From the entries that follow, reproduce exactly and only the lines from the line with "is a mean over" to the line with "everything after every update.", endpoints included.

:: RECORDS PROVIDED

"""The mini-batch training loop: shuffling, validation, early stopping, divergence guard.

One epoch of :func:`train`:

1. permute the training rows with the loop's own ``numpy.random.default_rng(seed)``;
2. for each mini-batch of ``batch_size`` rows (the last one may be smaller):
   forward pass, loss ``E_batch``, backward pass (``need_input=False``), the
   optional L2 term ``l2 * W`` added to every weight-matrix gradient (the
   gradient of ``l2/2 * sum ||W||_F**2``; biases are not penalised), then
   one optimizer update of all parameters at once,
   ``optimizer.update([net.vector], [workspace.grad_vector])`` (the flat
   vectors of which ``net.params`` and the gradients are views);
3. record the training loss and, when given, the validation loss on the
   validation rows (exact: ``loss`` over all validation rows with the weights
   at the end of the epoch, without the L2 term);
4. bookkeeping for early stopping, the progress line and the callback.

**The recorded training loss** (``training_loss=``):

- ``"running"`` (the default) costs nothing: it is assembled from the
  mini-batch losses the epoch has already computed, each taken with the
  weights *before* that batch's update, without the L2 term. For a loss that
  is a mean over samples (every built-in loss except ``SquaredError``) it is
  the mean weighted by batch size, ``sum_b n_b E_b / n``; for a loss that sums
  over samples (``Loss.sums_over_samples``, ``SquaredError``) it is the sum
  ``sum_b E_b``. It therefore mixes the weights of the start and the end of
  the epoch (early batches were seen by older weights) and usually lies a
  little above the loss at the end of the epoch while the loss falls.
- ``"exact"``: ``loss`` over all training rows with the weights at the end of
  the epoch, one extra forward pass over the training data per epoch (what
  :func:`train` recorded before the running mean became the default).

Early stopping, the best epoch and the restored weights depend only on the
validation loss, which is always exact, so the choice changes none of them,
nor the weights: only ``history.training`` (and what the callback and the
progress line show).

The same seed, data and starting weights give bit-identical weights: the
only randomness is the permutation, and it comes from the seeded generator.

**Divergence guard.** Training stops at the first update where the
mini-batch loss, the squared gradient norm or an updated weight is not
finite, or after an epoch whose training or validation loss is not finite.
The network is left holding the last finite weights (those before the update
that produced a non-finite weight, else the current ones) and
:class:`TrainingDiverged` is raised; its ``result`` holds the history up to
that point. NumPy's overflow and invalid-value warnings are silenced inside
the loop because this guard reports the event instead.

To keep a step as cheap as the bare step, the loop does not copy the weights
before every update. It checks the mini-batch loss and the gradient norm at
every update and the weights once at the end of each epoch (and, because a
non-finite weight makes the outputs non-finite, through the next mini-batch
loss). When a check fails it rewinds the weights and the optimizer to their
copies from the start of the epoch and replays the epoch's updates with every
check after every update: the arithmetic is the same, so the replay stops at
the same update, with the same weights and message, as a guard that checked
everything after every update.

**Checkpoint and resume.** :class:`TrainingState` is everything needed to
continue a run exactly: weights, optimizer state, the generator's state, the
epoch count, the history and the early-stopping bookkeeping. It is returned
in ``result.state`` and can be taken after any epoch from the callback
(``info.capture()``). ``train(..., resume=state)`` continues from it; the
final weights are bit-identical to an uninterrupted run. The state and its
file live in :mod:`tinyprop.checkpoint`.
"""

from __future__ import annotations

import hashlib
import math
import os
import time
from dataclasses import dataclass, field
from typing import Any, Callable

import numpy as np

from ._json import json_copy
from ._progress import EpochProgress
from ._validate import _sum_is_finite, as_samples, as_targets, positive_int, real_in_range, require_finite, seed_value
from .checkpoint import TrainingState, network_digest, save_checkpoint
from .layers import Affine
from .losses import Loss
from .network import Network
from .optim import Optimizer
from .workspace import Workspace

__all__ = [
    "train",
    "TrainingResult",
    "TrainingDiverged",
    "History",
    "EpochInfo",
]

STOP_EPOCHS = "epochs"
STOP_EARLY = "early stopping"
STOP_CALLBACK = "callback"
STOP_DIVERGED = "diverged"

_UPDATE_OVERFLOWED = "the update made a weight non-finite (the weights before it were restored)"

TRAINING_LOSS_RUNNING = "running"
TRAINING_LOSS_EXACT = "exact"


@dataclass(frozen=True)
class History:
    """Loss per epoch: ``training[e - 1]`` and ``validation[e - 1]`` belong to epoch ``e``.

    ``training`` is the running value assembled from the epoch's mini-batch
    losses, or the exact loss over all training rows with
    ``training_loss="exact"`` (see the module docstring); ``validation`` is
    always the exact loss over the validation rows at the end of the epoch.

    ``validation`` is ``None`` when no validation data was given.
    """

    training: tuple[float, ...]
    validation: tuple[float, ...] | None


@dataclass(frozen=True)
class TrainingResult:
    """What :func:`train` returns.

    ``history``: per-epoch losses of the whole run (a resumed run includes the
    epochs before the resume). ``epochs_run``: epochs completed in total.
    ``stop_reason``: ``"epochs"`` (the epoch limit), ``"early stopping"``,
    ``"callback"`` or ``"diverged"``; ``message`` says it in a sentence.
    ``best_epoch`` / ``best_validation_loss``: the epoch (1-based) with the
    lowest validation loss and that loss (``None`` without validation data).
    ``updates``: optimizer updates made in total. ``elapsed``: seconds spent
    in this call. ``state``: the :class:`TrainingState` after the last
    completed epoch (before best weights are restored), for resuming.
    """

    history: History
    epochs_run: int
    stop_reason: str
    message: str
    best_epoch: int | None
    best_validation_loss: float | None
    updates: int
    elapsed: float
    state: TrainingState = field(repr=False)


class TrainingDiverged(ArithmeticError):
    """Training produced a non-finite loss, gradient or weight.

    The network holds the last finite weights; ``result`` is the
    :class:`TrainingResult` up to that point (``stop_reason == "diverged"``).
    """

    def __init__(self, message: str, result: TrainingResult) -> None:
        super().__init__(message)
        self.result = result


@dataclass(frozen=True)
class EpochInfo:
    """What the per-epoch callback receives.

    ``epoch`` (1-based) of ``epochs``; the epoch's ``training_loss`` and
    ``validation_loss`` (``None`` without validation data); ``best_epoch``;
    ``elapsed`` seconds in this call. ``capture()`` returns a
    :class:`TrainingState` of this moment (a copy), for checkpoints.
    """

    epoch: int
    epochs: int
    training_loss: float
    validation_loss: float | None
    best_epoch: int | None
    elapsed: float
    capture: Callable[[], TrainingState] = field(repr=False)


def train(
    net: Network,
    X: Any,
    y: Any,
    *,
    loss: Loss,
    optimizer: Optimizer,
    epochs: int,
    batch_size: int,
    validation: tuple[Any, Any] | None = None,
    patience: int | None = None,
    seed: int | None = None,
    progress: bool = False,
    l2: float = 0.0,
    callback: Callable[[EpochInfo], bool | None] | None = None,
    resume: TrainingState | None = None,
    checkpoint: str | os.PathLike[str] | None = None,
    checkpoint_every: int = 1,
    training_loss: str = TRAINING_LOSS_RUNNING,
) -> TrainingResult:
    """Train ``net`` in place by mini-batch gradient descent (see the module docstring).

    Parameters
    ----------
    net, X, y:
        The network and its training data: ``X`` ``(n, n_in)``, ``y``
        ``(n, n_out)`` (1-D allowed for one output). Converted once to the
        network's dtype; the caller's arrays are not modified. Memory: one
        shuffled copy of ``X`` and ``y``, refilled every epoch, the network's
        workspace for one mini-batch, and a copy of the weights and of the
        optimizer's state taken at the start of every epoch (for the
        divergence guard's replay).
    loss:
        A :class:`~tinyprop.losses.Loss`, evaluated per mini-batch. Mean
        losses (``MeanSquaredError``, the cross-entropies) make the step size
        independent of ``batch_size``; ``SquaredError`` sums over the batch.
    optimizer:
        A :class:`~tinyprop.optim.Optimizer`; it keeps its state between calls.
    epochs:
        Total number of epochs, counting those already in ``resume``.
    batch_size:
        Rows per update; a batch larger than ``n`` means full-batch training.
    validation:
        Optional ``(X_val, y_val)``; its loss is recorded after every epoch.
    patience:
        Early stopping (needs ``validation``): stop after ``patience`` epochs
        without a strictly lower validation loss and restore the weights of the
        best epoch. The best weights are also restored when the epoch limit or
        the callback ends the run; not after divergence.
    seed:
        Seed of the shuffling generator (``numpy.random.default_rng``).
    progress:
        Print a progress line on stderr (epoch, losses, elapsed and estimated
        remaining time): on a terminal one line rewritten in place at most ten
        times a second and at the last epoch; elsewhere plain lines for the
        first epoch, every tenth of the run and the last epoch.
    l2:
        Weight of the L2 penalty ``l2/2 * sum ||W||**2`` on the weight
        matrices (not biases), added to the gradient.
    callback:
        Called with an :class:`EpochInfo` after every epoch; returning
        ``True`` stops training (``stop_reason == "callback"``), ``None`` or
        ``False`` continues.
    resume:
        A :class:`TrainingState` to continue from; ``net``'s weights and the
        optimizer's state are replaced by the state's, and the settings
        (``batch_size``, ``seed``, ``l2``, ``patience``, ``loss``, data sizes)
        must equal those of the run that produced it. To continue from a
        file: ``resume=tp.load_checkpoint(path)``.
    checkpoint, checkpoint_every:
        Write the :class:`TrainingState` to the file ``checkpoint`` after every
        ``checkpoint_every``-th epoch and at the epoch limit, atomically
        (:func:`tinyprop.save_checkpoint`), before the callback runs. A run
        that dies can be continued from the last checkpoint with bit-identical
        results.
    training_loss:
        ``"running"`` (default): the epoch's training loss is assembled from
        its mini-batch losses, at no extra cost; ``"exact"``: the loss over all
        training rows with the end-of-epoch weights, one more forward pass over
        the data per epoch. See the module docstring; the weights, the
        validation loss and early stopping are the same either way.

    Raises
    ------
    TrainingDiverged
        When a loss, gradient or weight becomes non-finite (the network keeps
        the last finite weights).

    >>> import numpy as np, tinyprop as tp
    >>> rng = np.random.default_rng(0)
    >>> X = rng.uniform(-1, 1, (64, 2)); y = X @ np.array([1.5, -2.0]) + 0.5  # synthetic
    >>> net = tp.Network([tp.Affine(2, 1)], seed=0)
    >>> result = tp.train(net, X, y, loss=tp.MeanSquaredError(), optimizer=tp.Adam(lr=0.05),
    ...                   epochs=200, batch_size=16, seed=1)
    >>> result.stop_reason, result.history.training[-1] < 1e-8
    ('epochs', True)
    """
    run = _Run(
        net, X, y, loss, optimizer, epochs, batch_size, validation, patience, seed, progress, l2, callback,
        training_loss,
    )
    run.checkpoint_to(checkpoint, checkpoint_every)
    if resume is not None:
        run.restore(resume)
    return run.execute()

::::

* **REPLY**
  is a mean over samples (every built-in loss except ``SquaredError``) it is
  the mean weighted by batch size, ``sum_b n_b E_b / n``; for a loss that sums
  over samples (``Loss.sums_over_samples``, ``SquaredError``) it is the sum
  ``sum_b E_b``. It therefore mixes the weights of the start and the end of
  the epoch (early batches were seen by older weights) and usually lies a
  little above the loss at the end of the epoch while the loss falls.
- ``"exact"``: ``loss`` over all training rows with the weights at the end of
  the epoch, one extra forward pass over the training data per epoch (what
  :func:`train` recorded before the running mean became the default).

Early stopping, the best epoch and the restored weights depend only on the
validation loss, which is always exact, so the choice changes none of them,
nor the weights: only ``history.training`` (and what the callback and the
progress line show).

The same seed, data and starting weights give bit-identical weights: the
only randomness is the permutation, and it comes from the seeded generator.

**Divergence guard.** Training stops at the first update where the
mini-batch loss, the squared gradient norm or an updated weight is not
finite, or after an epoch whose training or validation loss is not finite.
The network is left holding the last finite weights (those before the update
that produced a non-finite weight, else the current ones) and
:class:`TrainingDiverged` is raised; its ``result`` holds the history up to
that point. NumPy's overflow and invalid-value warnings are silenced inside
the loop because this guard reports the event instead.

To keep a step as cheap as the bare step, the loop does not copy the weights
before every update. It checks the mini-batch loss and the gradient norm at
every update and the weights once at the end of each epoch (and, because a
non-finite weight makes the outputs non-finite, through the next mini-batch
loss). When a check fails it rewinds the weights and the optimizer to their
copies from the start of the epoch and replays the epoch's updates with every
check after every update: the arithmetic is the same, so the replay stops at
the same update, with the same weights and message, as a guard that checked
everything after every update.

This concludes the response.